This property is guaranteed by proving the postulates (originally conceived in [10]) of Non-interference (Definition 22) and Crash-Resistance (Definition 25) hold in \( ASPIC ^?\). Unlike [7, 8], however, we will not eliminate all arguments whose set of conclusions of all its sub-arguments is contradictory, but only those whose set of conclusions contains strong contradictions as \(\left\{ \phi , \lnot \phi \right\} \), \(\left\{ \phi , \lnot \phi ?\right\} \) or \(\left\{ \lnot \phi , \phi ?\right\} \). Weak contradictions as \(\left\{ \phi ?, \lnot \phi ?\right\} \) will not lead to the elimination of the argument (see Definition 14). We proceed by introducing several definitions and lemmas before proving the satisfaction of these postulates:

Definition 12

(Consistency). Let \(\mathcal A= \left\{ A_1, \ldots , A_n\right\} \) be a set of arguments on the basis of an argumentation theory \(( AS , \mathcal K)\) and an argumentation system \( AS = (\mathcal L,^-, \mathcal R, n)\). An argument \(A \in \mathcal A\) is inconsistent iff \(\forall \phi \in \mathcal L\), it holds \(\left\{ \mathtt {Conc}(A') \mid A' \in \mathtt {Sub}(A)\right\} \vdash \phi \). Otherwise, A is consistent. The set \(\mathcal A\) is inconsistent if \(\forall \phi \in \mathcal L\), it holds \(\mathtt {Concs}(\mathtt {Sub}(A_1)) \cup \ldots \cup \mathtt {Concs}(\mathtt {Sub}(A_n)) \vdash \phi \). Otherwise \(\mathcal A\) is consistent.

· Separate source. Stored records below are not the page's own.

namespace EvapMonitor.Core.Properties;

/// <summary>Coefficients of IAPWS-IF97 region 2, residual part: R7-97(2012), table 11, for equation 17. Term k is Nk · π-factor^I[k] ·
/// τ-factor^J[k].</summary>
internal static class Region2Table
{
    public const double N1 = -1.7731742473213e-3; // I = 1, J = 0
    public const double N2 = -1.7834862292358e-2; // I = 1, J = 1
    public const double N3 = -4.5996013696365e-2; // I = 1, J = 2
    public const double N4 = -5.7581259083432e-2; // I = 1, J = 3
    public const double N5 = -5.032527872793e-2; // I = 1, J = 6
    public const double N6 = -3.3032641670203e-5; // I = 2, J = 1
    public const double N7 = -1.8948987516315e-4; // I = 2, J = 2
    public const double N8 = -3.9392777243355e-3; // I = 2, J = 4
    public const double N9 = -4.3797295650573e-2; // I = 2, J = 7
    public const double N10 = -2.6674547914087e-5; // I = 2, J = 36
    public const double N11 = 2.0481737692309e-8; // I = 3, J = 0
    public const double N12 = 4.3870667284435e-7; // I = 3, J = 1
    public const double N13 = -3.227767723857e-5; // I = 3, J = 3
    public const double N14 = -1.5033924542148e-3; // I = 3, J = 6
    public const double N15 = -4.0668253562649e-2; // I = 3, J = 35
    public const double N16 = -7.8847309559367e-10; // I = 4, J = 1
    public const double N17 = 1.2790717852285e-8; // I = 4, J = 2
    public const double N18 = 4.8225372718507e-7; // I = 4, J = 3
    public const double N19 = 2.2922076337661e-6; // I = 5, J = 7
    public const double N20 = -1.6714766451061e-11; // I = 6, J = 3
    public const double N21 = -2.1171472321355e-3; // I = 6, J = 16
    public const double N22 = -2.3895741934104e1; // I = 6, J = 35
    public const double N23 = -5.905956432427e-18; // I = 7, J = 0
    public const double N24 = -1.2621808899101e-6; // I = 7, J = 11
    public const double N25 = -3.8946842435739e-2; // I = 7, J = 25
    public const double N26 = 1.1256211360459e-11; // I = 8, J = 8
    public const double N27 = -8.2311340897998; // I = 8, J = 36
    public const double N28 = 1.9809712802088e-8; // I = 9, J = 13
    public const double N29 = 1.0406965210174e-19; // I = 10, J = 4
    public const double N30 = -1.0234747095929e-13; // I = 10, J = 10
    public const double N31 = -1.0018179379511e-9; // I = 10, J = 14
    public const double N32 = -8.0882908646985e-11; // I = 16, J = 29
    public const double N33 = 1.0693031879409e-1; // I = 16, J = 50
    public const double N34 = -3.3662250574171e-1; // I = 18, J = 57
    public const double N35 = 8.9185845355421e-25; // I = 20, J = 20
    public const double N36 = 3.0629316876232e-13; // I = 20, J = 35
    public const double N37 = -4.2002467698208e-6; // I = 20, J = 48
    public const double N38 = -5.9056029685639e-26; // I = 21, J = 21
    public const double N39 = 3.7826947613457e-6; // I = 22, J = 53
    public const double N40 = -1.2768608934681e-15; // I = 23, J = 39
    public const double N41 = 7.3087610595061e-29; // I = 24, J = 26
    public const double N42 = 5.5414715350778e-17; // I = 24, J = 40
    public const double N43 = -9.436970724121e-7; // I = 24, J = 58

    /// <summary>Exponents of the pressure factor, in the order of the table.</summary>
    public static readonly int[] I =
    [
        1, 1, 1, 1, 1, 2, 2, 2, 2, 2, 3, 3, 3, 3, 3, 4, 4, 4, 5, 6, 6, 6, 7, 7, 7, 8, 8, 9, 10, 10, 10, 16, 16, 18, 20, 20, 20, 21, 22,
        23, 24, 24, 24
    ];

    /// <summary>Exponents of the temperature factor, in the order of the table.</summary>
    public static readonly int[] J =
    [
        0, 1, 2, 3, 6, 1, 2, 4, 7, 36, 0, 1, 3, 6, 35, 1, 2, 3, 7, 3, 16, 35, 0, 11, 25, 8, 36, 13, 4, 10, 14, 29, 50, 57, 20, 35, 48,
        21, 53, 39, 26, 40, 58
    ];

    /// <summary>The coefficients as a list, in the order of the table.</summary>
    public static readonly double[] N =
    [
        N1, N2, N3, N4, N5, N6, N7, N8, N9, N10, N11, N12, N13, N14, N15, N16, N17, N18, N19, N20, N21, N22, N23, N24, N25, N26, N27,
        N28, N29, N30, N31, N32, N33, N34, N35, N36, N37, N38, N39, N40, N41, N42, N43
    ];
}
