namespace EvapMonitor.Core.Properties;

/// <summary>What a plant's own curves must satisfy.</summary>
public sealed partial class CustomLiquor
{
    /// <summary>What is wrong with the curves of a liquor, one sentence each, for the reader of a plant file; empty when they can be used.</summary>
    public static IReadOnlyList<string> Problems(SolidsCurve atmosphericElevation, SolidsCurve heatCapacity, SolidsCurve? density = null)
    {
        ArgumentNullException.ThrowIfNull(atmosphericElevation);
        return [.. ProblemsOfElevation(atmosphericElevation), .. ProblemsOfContent(heatCapacity, density)];
    }

    private static IEnumerable<string> ProblemsOfElevation(SolidsCurve curve)
    {
        var (lowest, highest) = curve.Span;
        if (lowest == 0 && curve.At(0) != 0)
            yield return FormattableString.Invariant($"Boiling-point elevation at 0 % solids must be 0 K, not {curve.At(0)} K.");
        if (curve is not SolidsTable table)
            yield break;
        foreach (var (solids, value) in table.Points)
        {
            if (value < 0)
                yield return FormattableString.Invariant($"Boiling-point elevation at {solids} % solids must not be negative, found {value} K.");
        }
        if (ExceededAt(curve) is { } exceeded && 100 * exceeded < highest)
            yield return FormattableString.Invariant($"Boiling-point elevation passes {HighestElevationByRule} K at {100 * exceeded:F1} % solids: ")
                + "from there it cannot be carried from atmospheric to other pressures; give a Dühring table with boiling points at two or more pressures.";
    }

    private static IEnumerable<string> ProblemsOfContent(SolidsCurve heatCapacity, SolidsCurve? density)
    {
        ArgumentNullException.ThrowIfNull(heatCapacity);
        if (NotAboveZero(heatCapacity) is { } capacity)
            yield return FormattableString.Invariant($"Heat capacity must be above 0 J/(kg·K); at {capacity} % solids it is {heatCapacity.At(capacity)}.");
        if (density is not null && NotAboveZero(density) is { } heavy)
            yield return FormattableString.Invariant($"Density must be above 0 kg/m³; at {heavy} % solids it is {density.At(heavy)}.");
    }

    private static double? NotAboveZero(SolidsCurve curve)
    {
        for (var percent = curve.Span.Lowest; percent <= curve.Span.Highest; percent++)
        {
            if (!(curve.At(percent) > 0))
                return percent;
        }
        return curve.At(curve.Span.Highest) > 0 ? null : curve.Span.Highest;
    }

    // First crossing, found in steps of 0.1 % and then by halves.
    private static double? ExceededAt(SolidsCurve curve)
    {
        const int Steps = 1000;
        for (var k = 1; k <= Steps; k++)
        {
            if (!(Elevation(curve, 100.0 * k / Steps) > HighestElevationByRule))
                continue;
            double below = 100.0 * (k - 1) / Steps, above = 100.0 * k / Steps;
            for (var halving = 0; halving < 40; halving++)
            {
                var middle = 0.5 * (below + above);
                if (Elevation(curve, middle) > HighestElevationByRule)
                    above = middle;
                else
                    below = middle;
            }
            return above / 100;
        }
        return null;
    }

    private static void Require(IEnumerable<string> problems)
    {
        var text = string.Join(" ", problems);
        if (text.Length > 0)
            throw new ArgumentException(text);
    }
}
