namespace EvapMonitor.Core.Properties;

/// <summary>
/// Sea water and its brines: Sharqawy, Lienhard and Zubair, "Thermophysical properties of seawater: a review of existing correlations and data",
/// Desalination and Water Treatment 16 (2010) 354 to 380. Solids are the salinity as a mass fraction.
/// </summary>
public sealed class SeaWater : Liquor
{
    private static readonly CorrelationRange ElevationRange = new(0, 0.12, 0, 200);
    private static readonly CorrelationRange HeatCapacityRange = new(0, 0.18, 0, 180);
    private static readonly CorrelationRange DensityRange = new(0, 0.16, 0, 180);

    /// <inheritdoc/>
    /// <remarks>Equation 36: A·S² + B·S, for 0 to 200 °C and 0 to 120 g/kg; accuracy 0.018 K, taken as two standard uncertainties.</remarks>
    public override PropertyValue BoilingPointElevation(double solids, double waterBoilingPoint)
    {
        var s = CorrelationRange.Solids(solids);
        var t = waterBoilingPoint - CorrelationRange.IcePoint;
        var a = 17.945189194 + t * (0.28230948284 - 4.5838530457e-4 * t);
        var b = 6.5604855793 + t * (5.2669058133e-2 + 1.5361752708e-4 * t);
        return ElevationRange.Answer(s * (a * s + b), s == 0 ? 0 : 0.009, s, waterBoilingPoint);
    }

    /// <inheritdoc/>
    /// <remarks>
    /// Equation 9, Jamieson et al. 1969, for 0 to 180 °C and 0 to 180 g/kg; accuracy 0.28 %, taken as two standard uncertainties.
    /// Its temperatures are those of the scale of 1968, 1.00024 times today's. Above 180 g/kg the value at 180 g/kg is answered: the quadratic turns
    /// upward there.
    /// </remarks>
    public override PropertyValue HeatCapacity(double solids, double temperature)
    {
        var s = CorrelationRange.Solids(solids);
        var t = Scale1968 * temperature;
        var c = Coefficients(s);
        var value = 1000 * (c.A + t * (c.B + t * (c.C + t * c.D)));
        return HeatCapacityRange.Answer(value, 0.0014 * value, s, temperature);
    }

    /// <inheritdoc/>
    /// <remarks>Heat capacity integrated; the heat of dilution, small for brines of this range, is left out.</remarks>
    public override double Enthalpy(double solids, double temperature)
    {
        var salt = Coefficients(CorrelationRange.Solids(solids));
        var fresh = Coefficients(0);
        return WaterReference.Enthalpy(temperature) + (salt.A == fresh.A ? 0 : Content(salt, temperature) - Content(fresh, temperature));
    }

    /// <inheritdoc/>
    /// <remarks>Equation 8, the part that salt adds, on the steam tables' water; 0 to 180 °C and 0 to 160 g/kg; accuracy 0.1 %, taken as two standard
    /// uncertainties. Above that salinity S in the small quadratic term stays at its border.</remarks>
    public override PropertyValue Density(double solids, double temperature)
    {
        var s = CorrelationRange.Solids(solids);
        var t = temperature - CorrelationRange.IcePoint;
        var salt = s * (8.020e2 + t * (-2.001 + t * (1.677e-2 + t * (-3.060e-5))) + double.Min(s, 0.16) * -1.613e-5 * t * t);
        var value = WaterReference.Density(temperature) + salt;
        return DensityRange.Answer(value, 0.0005 * value, s, temperature);
    }

    private const double Scale1968 = 1.00024;

    private readonly record struct Cubic(double A, double B, double C, double D);

    // kJ/(kg·K) as a cubic in the temperature of 1968; S in g/kg.
    private static Cubic Coefficients(double salinity)
    {
        var s = 1000 * double.Min(salinity, HeatCapacityRange.HighestSolids);
        return new Cubic(5.328 + s * (-9.76e-2 + s * 4.04e-4), -6.913e-3 + s * (7.351e-4 - s * 3.15e-6),
            9.6e-6 + s * (-1.927e-6 + s * 8.23e-9), 2.5e-9 + s * (1.666e-9 - s * 7.125e-12));
    }

    // Heat content from 0 °C, J/kg.
    private static double Content(Cubic c, double temperature) =>
        1000 / Scale1968 * (Antiderivative(c, Scale1968 * temperature) - Antiderivative(c, Scale1968 * CorrelationRange.IcePoint));

    private static double Antiderivative(Cubic c, double t) => t * (c.A + t * (c.B / 2 + t * (c.C / 3 + t * c.D / 4)));
}
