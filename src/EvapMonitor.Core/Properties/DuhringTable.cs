namespace EvapMonitor.Core.Properties;

/// <summary>One Dühring line: at these solids, the boiling point of the solution against that of water at the same pressure.</summary>
/// <param name="SolidsPercent">Dissolved solids, above 0 to 100 %.</param>
/// <param name="Points">(boiling point of water °C, boiling point of the solution °C), at least two, that of water rising.</param>
public sealed record DuhringLine(double SolidsPercent, IReadOnlyList<(double WaterCelsius, double SolutionCelsius)> Points);

/// <summary>
/// Measured boiling points at two or more pressures: what a liquor needs whose elevation passes 10 K. Straight along each line (Dühring's rule) and
/// straight in solids
/// between lines; below the first line straight to water, which has no elevation; above the last the last two lines continue.
/// </summary>
public sealed class DuhringTable
{
    private readonly Row[] _rows;
    private readonly double[] _solids;

    /// <summary>A table of Dühring lines.</summary>
    /// <param name="lines">At least one, solids rising.</param>
    /// <exception cref="ArgumentException">A line with fewer than two points, numbers that do not rise, a solution that boils below water.</exception>
    public DuhringTable(IReadOnlyList<DuhringLine> lines)
    {
        ArgumentNullException.ThrowIfNull(lines);
        if (lines.Count == 0)
            throw new ArgumentException("A Dühring table needs at least one line.", nameof(lines));
        for (var k = 0; k < lines.Count; k++)
        {
            var lowest = k == 0 ? 0 : lines[k - 1].SolidsPercent;
            if (!(lines[k].SolidsPercent > lowest && lines[k].SolidsPercent <= 100))
                throw new ArgumentException(
                    FormattableString.Invariant($"Solids of Dühring line {k + 1}, {lines[k].SolidsPercent} %, must lie above {lowest} % and at most at 100 %."), nameof(lines));
            RequirePoints(lines[k]);
        }
        Lines = [.. lines];
        _solids = [0, .. lines.Select(line => line.SolidsPercent)];
        _rows = [.. lines.Select(line => new Row([.. line.Points.Select(p => p.WaterCelsius)], [.. line.Points.Select(p => p.SolutionCelsius - p.WaterCelsius)]))];
    }

    /// <summary>The lines, solids rising.</summary>
    public IReadOnlyList<DuhringLine> Lines { get; }

    /// <summary>Boiling-point elevation, K, never negative, and whether solids or boiling point lie outside the table.</summary>
    /// <param name="solidsPercent">Dissolved solids, %.</param>
    /// <param name="waterCelsius">Boiling point of water at the pressure, °C.</param>
    public (double Elevation, bool Outside) ElevationAt(double solidsPercent, double waterCelsius)
    {
        var k = StraightLines.Line(_solids, solidsPercent);
        var left = k == 0 ? (Elevation: 0, Outside: false) : _rows[k - 1].At(waterCelsius);
        var right = _rows[k].At(waterCelsius);
        var share = (solidsPercent - _solids[k]) / (_solids[k + 1] - _solids[k]);
        var outside = solidsPercent > 0 && (left.Outside || right.Outside || solidsPercent > _solids[^1]);
        return (double.Max(0, left.Elevation + share * (right.Elevation - left.Elevation)), outside);
    }

    private static void RequirePoints(DuhringLine line)
    {
        if (line.Points.Count < 2)
            throw new ArgumentException(
                FormattableString.Invariant($"The Dühring line at {line.SolidsPercent} % solids needs at least two points, that is two pressures, not {line.Points.Count}."), nameof(line));
        for (var k = 0; k < line.Points.Count; k++)
        {
            var (water, solution) = line.Points[k];
            if (!double.IsFinite(water) || !double.IsFinite(solution) || solution < water)
                throw new ArgumentException(
                    FormattableString.Invariant($"Point {k + 1} of the Dühring line at {line.SolidsPercent} % solids, ({water}, {solution}) °C: the solution must boil no lower than water."), nameof(line));
            if (k > 0 && !(water > line.Points[k - 1].WaterCelsius))
                throw new ArgumentException(
                    FormattableString.Invariant($"Boiling points of water on the Dühring line at {line.SolidsPercent} % solids must rise: {water} °C follows {line.Points[k - 1].WaterCelsius} °C."), nameof(line));
        }
    }

    private sealed record Row(double[] Water, double[] Elevation)
    {
        public (double Elevation, bool Outside) At(double water) => (StraightLines.At(Water, Elevation, water), water < Water[0] || water > Water[^1]);
    }
}
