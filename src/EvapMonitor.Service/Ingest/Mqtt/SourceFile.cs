using System.Text.Json;

namespace EvapMonitor.Service.Ingest.Mqtt;

/// <summary>Reads the file that names the brokers (docs/sources.md). Every mistake is told at once.</summary>
public static class SourceFile
{
    private static readonly JsonDocumentOptions Options = new() { CommentHandling = JsonCommentHandling.Skip, AllowTrailingCommas = true, MaxDepth = 16 };

    /// <summary>Reads the file.</summary>
    /// <param name="path">Its path; files that it names are relative to its folder.</param>
    /// <param name="problems">What is wrong, each in one line; empty when all is well.</param>
    public static IReadOnlyList<BrokerSettings> Read(string path, out IReadOnlyList<string> problems)
    {
        string name = Path.GetFileName(path);
        var found = new List<string>();
        problems = found;
        try
        {
            using JsonDocument document = JsonDocument.Parse(File.ReadAllText(path), Options);
            IReadOnlyList<BrokerSettings> brokers = ReadBrokers(document.RootElement, Path.GetDirectoryName(Path.GetFullPath(path))!, found);
            for (int i = 0; i < found.Count; i++) found[i] = $"{name}: {found[i]}";
            return found.Count == 0 ? brokers : [];
        }
        catch (JsonException error)
        {
            found.Add(Invariant($"{name}:{error.LineNumber + 1}:{error.BytePositionInLine + 1}: not JSON: {error.Message}"));
        }
        catch (Exception error) when (error is IOException or UnauthorizedAccessException)
        {
            found.Add($"{name}: cannot be read: {error.Message}");
        }

        return [];
    }

    private static List<BrokerSettings> ReadBrokers(JsonElement root, string folder, List<string> problems)
    {
        var brokers = new List<BrokerSettings>();
        var file = new SettingsReader(root, "", problems, "brokers");
        if (root.ValueKind != JsonValueKind.Object) return brokers;
        foreach ((JsonElement element, string where) in file.Elements("brokers"))
        {
            if (ReadBroker(element, where, folder, problems) is not { } broker) continue;
            if (brokers.Any(other => other.Name == broker.Name)) problems.Add($"{where}.name: found \"{broker.Name}\" again; allowed: a name of its own for each broker.");
            brokers.Add(broker);
        }

        return brokers;
    }

    private static BrokerSettings? ReadBroker(JsonElement element, string where, string folder, List<string> problems)
    {
        var broker = new SettingsReader(
            element, where, problems, "name", "host", "port", "protocol", "client-id", "user", "password", "password-file", "tls", "session-expiry-days", "topics");
        if (element.ValueKind != JsonValueKind.Object) return null;
        string? name = broker.Text("name", required: true), host = broker.Text("host", required: true);
        BrokerTls? tls = broker.Find("tls") is { } given ? TlsFiles.Read(given, broker.Path("tls"), folder, problems) : null;
        int port = broker.Whole("port", broker.Has("tls") ? 8883 : 1883, 1, 65535);
        bool isVersion5 = broker.OneOf("protocol", "5", "3.1.1") == "5";
        string? clientId = broker.Text("client-id"), user = broker.Text("user");
        string? password = TlsFiles.Secret(broker, "password", "password-file", folder);
        if (user is null && password is not null) broker.Wrong("user", "missing beside a password", "the user that the password belongs to");
        int days = broker.Whole("session-expiry-days", 7, 1, 365);
        var topics = new List<MessageRule>();
        foreach ((JsonElement topic, string place) in broker.Elements("topics"))
        {
            if (RuleReader.Read(topic, place, problems) is { } rule) topics.Add(rule);
        }

        if (name is null || host is null) return null;
        return new BrokerSettings
        {
            Name = name, Host = host, Port = port, IsVersion5 = isVersion5, ClientId = clientId ?? "evapmonitor-" + name, User = user, Password = password, Tls = tls,
            SessionExpiry = TimeSpan.FromDays(days), Topics = topics,
        };
    }
}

A strict rule as \(\phi _1, \ldots , \phi _n \rightarrow \psi \) represents that if \(\phi _1, \ldots , \phi _n\) hold, then without exception it holds that \(\psi \). It has a very general meaning; the unique restriction we will impose to prove our results is that we will assume throughout this section that every strict rule in an argumentation system is reasonable:

Definition 13

(Reasonable strict rules). Let \(( AS , \mathcal K)\) be an argumentation theory and \( AS = (\mathcal L,^-, \mathcal R_s\cup \mathcal R_d, n)\) be an argumentation system. A strict rule \(\phi _1, \ldots , \phi _n \rightarrow \psi \in \mathcal R_s\) is reasonable iff 1) for each \(\phi _i\) (\(1 \le i \le n\)) it holds \(\texttt {Atoms}(\phi _i) \subseteq \texttt {Atoms}(\psi )\) or 2) \(\forall \psi \in \mathcal L\), it holds \(\left\{ \phi _1, \ldots , \phi _n\right\} \vdash \psi \).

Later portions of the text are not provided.